Jack's a little more refined and turns his nose up at things - or chews things with a look on his face like "eeew this is gross but i'll try and get it down because there is NO WAY Ollie is getting it!"

I give bits of carrot, chicken on weekends, eggs once a week, organic biscuits, wee sausages, cheese, porridge sometimes. Hmmm trial and error as we go along (with safe foods, of course) xx


----------



## WeLoveHiro (Apr 14, 2009)

thank you everyone for all your input. i have learned lots. me and my lil man love you for it. thank you.


----------



## unchienne (Mar 29, 2009)

Boo's really picky. He'll only eat the bad-for-you good stuff. His favorite is meat (of course), but he really likes Hawaiian bread. Go figure. No fruits, no veggies...I've tried them all, and all I get in return is a few wiggles of his nose and his backside as he walks away. 

Poppet, on the other hand, loved everything. There wasn't anything he didn't eat.
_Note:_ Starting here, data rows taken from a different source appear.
"""What comes with the package: whole, complete, refused when damaged, and true to independent sources."""

import gzip
import hashlib
import importlib.util
import json
import shutil
import zipfile
from pathlib import Path

import numpy as np
import pytest
from pyproj import Geod
from shapely.geometry import Point
from shapely.geometry.polygon import orient

from massfingerprint import bundled
from massfingerprint.bundled import bundled_sources, open_bundled, open_bundled_table
from massfingerprint.errors import DamagedFileError, InputError, MissingFileError

FOLDER = Path(bundled.__file__).parent
NAMES = sorted(bundled_sources())
FRACTIONS = "ocean_fraction_0.25deg.nc"
GLACIATED = "glaciated_areas_50m.geojson.gz"
SHELVES = "ice_shelves_50m.geojson.gz"
POLYGON_FILES = [GLACIATED, SHELVES, "land_110m.geojson.gz", "land_50m.geojson.gz"]
AUTHALIC_AREA = 510.065622  # 1e6 km2, surface of the WGS84 ellipsoid, from memory


@pytest.fixture
def copy(tmp_path, monkeypatch):
    folder = tmp_path / "bundled"
    shutil.copytree(FOLDER, folder, ignore=shutil.ignore_patterns("__pycache__"))
    monkeypatch.setattr(bundled, "_folder", lambda: folder)
    return folder


@pytest.fixture(scope="module")
def fractions():
    return open_bundled(FRACTIONS)


def band_weights(latitudes):
    """Share of the sphere in each ring of cells."""
    half = np.abs(latitudes[1] - latitudes[0]) / 2
    return np.diff(np.sin(np.radians([latitudes - half, latitudes + half])), axis=0)[0] / 2


def geodesic_area(polygons):
    ellipsoid = Geod(ellps="WGS84")
    return np.array([ellipsoid.geometry_area_perimeter(orient(polygon))[0] for polygon in polygons]) / 1e12


# --- complete and whole


@pytest.mark.parametrize("name", NAMES)
def test_checksum_of_every_listed_file(name):
    entry = bundled_sources()[name]
    assert hashlib.sha256((FOLDER / name).read_bytes()).hexdigest() == entry["sha256"]
    assert entry["source"].strip()
    assert entry["licence"].strip()


def test_every_data_file_in_the_folder_is_listed():
    data = {path.name for path in FOLDER.iterdir() if path.is_file() and path.suffix not in {".py", ".toml", ".png"}}
    assert data == set(NAMES)


def test_sources_are_a_fresh_mapping():
    bundled_sources()[FRACTIONS]["sha256"] = "changed"
    assert bundled_sources()[FRACTIONS]["sha256"] != "changed"


@pytest.mark.parametrize("name", POLYGON_FILES)
def test_polygons_lie_on_the_globe(name):
    table = open_bundled(name)
    assert table.crs == "EPSG:4326"
    assert set(table.geom_type) == {"Polygon"}
    assert (np.abs(table.total_bounds) <= [180, 90, 180, 90]).all()


def test_plain_geojson_keeps_its_columns(copy):
    square = {"type": "Polygon", "coordinates": [[[0, 0], [1, 0], [1, 1], [0, 1], [0, 0]]]}
    feature = {"type": "Feature", "properties": {"source": "here"}, "geometry": square}
    add_file(copy, "own.geojson", json.dumps({"type": "FeatureCollection", "features": [feature]}).encode())
    table = open_bundled("own.geojson")
    assert list(table["source"]) == ["here"]
    assert table.geometry[0].area == 1.0


# --- fresh objects


def test_a_changed_dataset_does_not_reach_the_next_caller():
    first = open_bundled(FRACTIONS)
    first["ocean_fraction"][:] = 7.0
    first.attrs["note"] = "mine"
    second = open_bundled(FRACTIONS)
    assert float(second["ocean_fraction"].max()) == 1.0
    assert "note" not in second.attrs


def test_changed_polygons_do_not_reach_the_next_caller():
    first = open_bundled(SHELVES)
    first["geometry"] = Point(0, 0)
    assert set(open_bundled(SHELVES).geom_type) == {"Polygon"}


def test_the_file_is_closed_and_its_packing_forgotten(fractions):
    assert fractions["ocean_fraction"].dtype == np.float64
    assert fractions["ocean_fraction"].encoding == {}


# --- refused


def add_file(folder, name, content):
    digest = hashlib.sha256(content).hexdigest()
    (folder / name).write_bytes(content)
    with (folder / "source.toml").open("a") as stream:
        stream.write(f'\n["{name}"]\nsource = "test"\nlicence = "test"\nsha256 = "{digest}"\n')


def opener(name):
    return open_bundled_table if name.endswith(".csv") else open_bundled


@pytest.mark.parametrize("name", NAMES)
def test_a_flipped_byte_names_the_file(copy, name):
    content = bytearray((copy / name).read_bytes())
    content[len(content) // 2] ^= 0xFF
    (copy / name).write_bytes(content)
    with pytest.raises(DamagedFileError, match=rf"'{name}' is damaged: sha256 .* reinstall massfingerprint"):
        opener(name)(name)


@pytest.mark.parametrize("name", NAMES)
def test_a_file_cut_short_names_the_file(copy, name):
    (copy / name).write_bytes((copy / name).read_bytes()[:-10])
    with pytest.raises(DamagedFileError, match=rf"'{name}' is damaged"):
        opener(name)(name)


@pytest.mark.parametrize("name", NAMES)
def test_a_missing_file_names_the_file(copy, name):
    (copy / name).unlink()
    with pytest.raises(MissingFileError, match=rf"'{name}' is missing from .* reinstall massfingerprint"):
        opener(name)(name)


def test_a_folder_in_place_of_a_file(copy):
    (copy / SHELVES).unlink()
    (copy / SHELVES).mkdir()
    with pytest.raises(DamagedFileError, match=rf"'{SHELVES}' cannot be read: .* reinstall massfingerprint"):
        open_bundled(SHELVES)


@pytest.mark.parametrize(
    ("name", "content"),
    [
        ("broken.nc", b"CDF no"),
        ("broken.geojson", b'{"type": "FeatureCollection"}'),
        ("list.geojson", b"[1, 2]"),
        ("text.geojson", b"hello"),
        ("broken.geojson.gz", b"not gzip"),
        ("cut.geojson.gz", gzip.compress(b"x" * 1000)[:-12]),
        ("mangled.geojson.gz", gzip.compress(b"abc")[:10] + b"\xff\xff\xff\xff" + b"\0" * 8),
    ],
)
def test_content_that_cannot_be_decoded_names_the_file(copy, name, content):
    add_file(copy, name, content)
    with pytest.raises(DamagedFileError, match=rf"'{name}' cannot be read: .* reinstall massfingerprint"):
        opener(name)(name)


def test_a_missing_source_list(copy):
    (copy / "source.toml").unlink()
    with pytest.raises(MissingFileError, match=r"'source.toml' is missing from .* reinstall massfingerprint"):
        open_bundled(SHELVES)


@pytest.mark.parametrize(
    ("text", "words"),
    [
        (b"[[", "'source.toml' is damaged"),
        (b"\xff\xfe", "'source.toml' is damaged"),
        (b'["a.nc"]\nsource = "x"\nlicence = "y"\n', "'a.nc' lacks sha256"),
        (b'a = "text"\n', "'a' lacks source, licence, sha256"),
    ],
)
def test_a_damaged_source_list(copy, text, words):
    (copy / "source.toml").write_bytes(text)
    with pytest.raises(DamagedFileError, match=words):
        bundled_sources()


@pytest.mark.parametrize("name", ["ocean_fraction_0.5deg.nc", "Ocean_fraction_0.25deg.nc"])
def test_an_unknown_name_offers_the_nearest(name):
    with pytest.raises(InputError, match=rf"{name}.* Did you mean .*{FRACTIONS}"):
        open_bundled(name)


@pytest.mark.parametrize("name", [None, 3, ["a"], "", "../bundled/source.toml", "source.toml"])
def test_what_is_no_name_is_refused(name):
    with pytest.raises(InputError, match=r"name: no bundled file is called"):
        open_bundled(name)


def test_a_listed_file_of_another_kind_is_left_to_its_module(copy):
    add_file(copy, "rates.csv", b"a,b\n")
    with pytest.raises(InputError, match=r"'rates.csv' ends in none of .nc, .geojson, .geojson.gz"):
        open_bundled("rates.csv")


# --- true


def test_fractions_are_shares_on_a_cell_centred_grid(fractions):
    assert set(fractions.data_vars) == {"ocean_fraction", "ice_shelf_fraction", "glaciated_fraction"}
    for values in fractions.data_vars.values():
        assert values.dims == ("lat", "lon")
        assert values.notnull().all()
        assert float(values.min()) == 0.0
        assert float(values.max()) == 1.0
    np.testing.assert_array_equal(fractions["lat"], np.arange(-89.875, 90, 0.25))
    np.testing.assert_array_equal(fractions["lon"], np.arange(-179.875, 180, 0.25))


def covered(fraction, surface):
    """Area in 1e6 km2 on the sphere of 6371 km or on the WGS84 ellipsoid (zone area: Snyder 1987, eq. 3-12)."""
    sines = np.sin(np.radians(np.arange(-90, 90.1, 0.25)))
    if surface == "sphere":
        south = 2 * np.pi * 6.371**2 * sines
    else:
        polar_radius, e = 6.356752314, 0.0818191908426
        es = e * sines
        south = np.pi * polar_radius**2 * (sines / (1 - es**2) + np.log((1 + es) / (1 - es)) / (2 * e))
    return float((fraction.mean("lon").values * np.diff(south)).sum())


@pytest.mark.parametrize(("surface", "recorded"), [("sphere", 362.93), ("wgs84", 362.83)])
def test_ocean_area(fractions, surface, recorded):
    # Recorded with two decimals when the file was made: half of the last one.
    assert covered(fractions["ocean_fraction"], surface) == pytest.approx(recorded, abs=0.005)


def test_ocean_area_without_ice_shelves(fractions):
    ocean, shelves = fractions["ocean_fraction"], fractions["ice_shelf_fraction"]
    assert covered(ocean - shelves, "sphere") == pytest.approx(361.38, abs=0.005)
    # Recorded as 361.28; whether the 0.02e6 km2 of shelf outside the ocean count moves it by as much.
    assert covered(ocean - shelves, "wgs84") == pytest.approx(361.28, abs=0.02)
    # Published 361.9 (ETOPO1, shelves as land; Eakins & Sharman 2010); published areas scatter by 0.3 %, from 360.7
    # (Costello et al. 2010) to 362.0 (Menard & Smith 1966). All from memory.
    assert covered(ocean - shelves, "wgs84") == pytest.approx(361.9, rel=0.003)


@pytest.mark.parametrize(("variable", "name"), [("ice_shelf_fraction", SHELVES), ("glaciated_fraction", GLACIATED)])
def test_fractions_hold_the_area_of_their_polygons(fractions, variable, name):
    # Fractions use parallels, the ellipsoid's own area geodesics; outlines overlap a little: 0.001e6 km2 is a glacier.
    assert covered(fractions[variable], "wgs84") == pytest.approx(
        geodesic_area(open_bundled(name).geometry).sum(), abs=0.001
    )


def test_ocean_reaches_the_grounding_line_and_leaves_out_the_caspian(fractions):
    def at(name, lat, lon):
        return float(fractions[name].sel(lat=lat, lon=lon, method="nearest"))

    assert at("ocean_fraction", -81.0, -175.0) == 1.0  # Ross ice shelf
    assert at("ice_shelf_fraction", -81.0, -175.0) == 1.0
    assert at("ocean_fraction", 42.0, 50.5) == 0.0  # Caspian
    assert at("ocean_fraction", 47.5, -87.0) == 0.0  # Lake Superior
    assert at("ocean_fraction", 43.0, 34.0) == 1.0  # Black Sea
    assert at("ocean_fraction", -89.9, 0.0) == 0.0
    assert at("glaciated_fraction", 72.0, -40.0) == 1.0


def test_ocean_and_ice_hardly_overlap(fractions):
    # Land is 1:10m, ice 1:50m: along 40 000 km of icy coast they may disagree by 2 km, not by whole glaciers.
    both = np.clip(fractions["ocean_fraction"] + fractions["glaciated_fraction"] - 1, 0, 1).mean("lon").values
    assert 4 * np.pi * 6.371**2 * (both * band_weights(fractions["lat"].values)).sum() < 0.08


def test_ocean_fraction_against_globe_elevations(fractions):
    """GLOBE 30-arc-second elevations (NOAA), as the mask of PyPI global_land_mask 1.0.0: other data, other method."""
    weights = band_weights(fractions["lat"].values)
    ours = fractions["ocean_fraction"].values * weights[:, None]
    rings = weights.reshape(180, 4).sum(axis=1)
    ours = ours.reshape(180, 4, 360, 4).mean(axis=3).sum(axis=1) / rings[:, None]
    theirs = globe_ocean_fraction()
    # Both were digitised from maps of about 1:1 million, so a coast is uncertain by 1 km of a 111 km cell. Moving
    # ours by one 0.25-degree cell raises the difference to 0.034.
    assert np.sqrt((rings[:, None] * (ours - theirs) ** 2).sum() / 360) < 0.012
    assert abs((rings[:, None] * (ours - theirs)).sum() / 360) < 0.001


def globe_ocean_fraction():
    """1-degree means from south to north, read in bands of a degree because the whole mask takes 1 GB."""
    spec = importlib.util.find_spec("global_land_mask")
    with (
        zipfile.ZipFile(Path(spec.origin).parent / "globe_combined_mask_compressed.npz") as archive,
        archive.open("mask.npy") as stream,
    ):
        assert np.lib.format.read_magic(stream) == (1, 0)
        (rows, columns), fortran, dtype = np.lib.format.read_array_header_1_0(stream)
        assert (rows, columns, fortran, dtype) == (21600, 43200, False, np.dtype(bool))
        degrees = [
            np.frombuffer(stream.read(120 * columns), bool).reshape(120, 360, 120).mean(axis=(0, 2)) for _ in range(180)
        ]
    return np.array(degrees)[::-1]


def test_ice_areas():
    """Published: Antarctic ice without shelves 12.295e6 km2 (Fretwell et al. 2013), shelves 1.561e6 km2 (Rignot et al.
    2013), Greenland ice sheet 1.71e6 km2 (IPCC AR5), all from memory. The outlines are drawn at 1:50 million, where a
    pen's width of 0.3 mm is 15 km: 1 % of the area of an ice sheet, 2 % of the narrower shelves.
    """
    table = open_bundled(GLACIATED)
    areas, inside = geodesic_area(table.geometry), table.representative_point()
    land = open_bundled("land_50m.geojson.gz").geometry
    greenland = land[land.contains(Point(-40, 72))].iloc[0].convex_hull
    antarctic = areas[inside.y < -60].sum()
    assert areas.sum() == pytest.approx(14.571, abs=0.0005)  # as recorded when the file was made
    assert antarctic == pytest.approx(12.360, abs=0.002)  # as recorded, there with some islands north of 60 S
    assert antarctic == pytest.approx(12.295, rel=0.01)
    assert areas[inside.within(greenland)].sum() == pytest.approx(1.71, rel=0.01)
    assert geodesic_area(open_bundled(SHELVES).geometry).sum() == pytest.approx(1.561, rel=0.02)


def test_coastlines_hold_the_land_of_the_world():
    """Land without the ice shelves, with the ice sheets: 510.07e6 km2 less the bundled ocean; small islands fall out."""
    for name in ("land_110m.geojson.gz", "land_50m.geojson.gz"):
        land = geodesic_area(open_bundled(name).geometry).sum()
        caspian = 0.38
        assert land + caspian == pytest.approx(AUTHALIC_AREA - 362.83, rel=0.005)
Pears, sushi (mostly salmon and without the wasabi of course), cucumbers, broccoli, sweet apples, yogurt...anything you put in front of him really. We had that in common. LOL Sometimes I'll be eating something and think back to my little four-legged "garbage" disposal. Still brings a smile to my face.


----------



## lynx8456 (Feb 26, 2009)

Baby carrots, red bell pepper slices, almost any kind of
fruit, dry unsweetened cereal, cheese, and sugar free yogurt.


----------



## Mom of 4 Chi's (Apr 3, 2009)

I give my chi's dog treats called "wet noses" they are 100% organic and contain no wheat, corn, or soy, and come in a variety of yummy flavors. Their favorite is pumpkin 
I will also give them foods that I am eating like peas, carrots, green beans, chicken, and apples. They especially love peanut butter, but I reserve that treat for after their grooming routine (bath, nails, ears, and teeth)  
Everything in moderation though. 
There are many treats at pet stores that are yummy for your chi's, wether they are organic or not. Just read the ingredients to make sure it's not full of junk.


----------